Recovery Tax Period | Income Year | Minimum Income Recovery Threshold | Max Income Recovery Threshold (Age 65 to 74) | Max Income Recovery Threshold (Age 75 and Over) |
---|---|---|---|---|
July 2023 to June 2024 | 2022 | $81,761 | $134,626 | $137,331 |
July 2024 to June 2025 | 2023 | $86,912 | $142,609 | $148,179 |
To calculate the repayment amount for the Old Age Security clawback, you should find the difference between your income and the threshold amount specified for the year. The repayment is calculated at 15% of this excess amount.
Example
The threshold for the year 2023 is $86,912. If your income in 2023 was $98,000, you would follow these steps:
⦿ Calculate the income over the threshold: $98,000 - $86,912 = $11,088
⦿ Find the repayment amount, which is 15% of the difference: $11,088 x 0.15 = $1,663
So, in this case, you would be required to repay $1,663 for the period July 2024 to June 2025.
The calculated repayment amount, which in this example is $1,663, is divided by 12, resulting in $138.6. This amount is then deducted from your OAS pension payments each month in the form of a recovery tax.
If you're looking to reduce the impact of the OAS clawback on your pension, you can apply the following tactics:
By sharing up to 50% of your pension with your spouse, you can collectively lower your household's income. This income-splitting strategy is applicable not only to your OAS but also to income from Registered Retirement Income Funds (RRIFs) and annuities.
By sharing up to 50% of your pension with your spouse, you can collectively lower your household's income. This income-splitting strategy is applicable not only to your OAS but also to income from Registered Retirement Income Funds (RRIFs) and annuities.
If you plan to extend your working years past age 65, it might be wise to delay the receipt of your OAS and Canada Pension Plan (CPP) benefits. This proactive choice can prevent clawbacks for up to five years and ultimately result in more substantial payments when you do start receiving them.
Capital gains are considered taxable income. To mitigate their impact, you might consider selling assets that could generate higher capital gains before reaching the age of 65.

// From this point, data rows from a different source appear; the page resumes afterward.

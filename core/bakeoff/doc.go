// Package bakeoff runs every forecasting method on many series at once and
// ranks the methods by their accuracy on held-out periods, as forecasting
// competitions do.
//
// # Where to start
//
// [Read] reads a file in the competition layout (series, category,
// period, value and role fit or test); [Run] forecasts each series' fit
// part for as many periods as it has test rows with every method of the
// forecast catalogue and the automatic choice of package backtest, on all
// cores, and scores the forecasts; [Result.WriteTable] prints the methods
// by mean sMAPE and MASE and [Result.WriteForecasts] writes one row per
// forecast. Run takes a context for cancellation and reports progress
// through [Options.Progress], so that a page can run it off the main
// thread with a progress bar and a cancel button.
//
// A host whose engine runs on one thread (a page's Web Worker) passes a
// [Pool] in [Options.Pool]: Run then sends parts of the series as text to
// other engines, which answer with [RunPart], and merges the answers in
// series order, so the result is the same as a run without a pool.
//
// # Scores
//
// sMAPE is 200|a-f|/(|a|+|f|) percent and MASE is |a-f| over the mean
// absolute lag-L difference of the series' fit part (L = 1 unless
// [Options.Lag] says otherwise), both averaged over every test period of
// every series a method forecast, as the M3 competition's scorer does
// (Makridakis and Hibon 2000, International Journal of Forecasting 16(4),
// 451-476; Hyndman and Koehler 2006, International Journal of Forecasting
// 22(4), 679-688, for MASE).
package bakeoff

These strategies can help you take control of your financial situation and minimize the OAS clawback's effect on your retirement income.
To wrap it all up, the Old Age Security (OAS) pension is more than just a government program; it's a promise of support during your retirement years. To truly benefit from this promise, it's essential to remain informed, proactive, and up-to-date.
After all, why deal with unnecessary hiccups when you could be enjoying your well-deserved retirement?
With the right knowledge and tools, you can maximize your OAS pension, ensuring a brighter and more comfortable future for both yourself and your loved ones.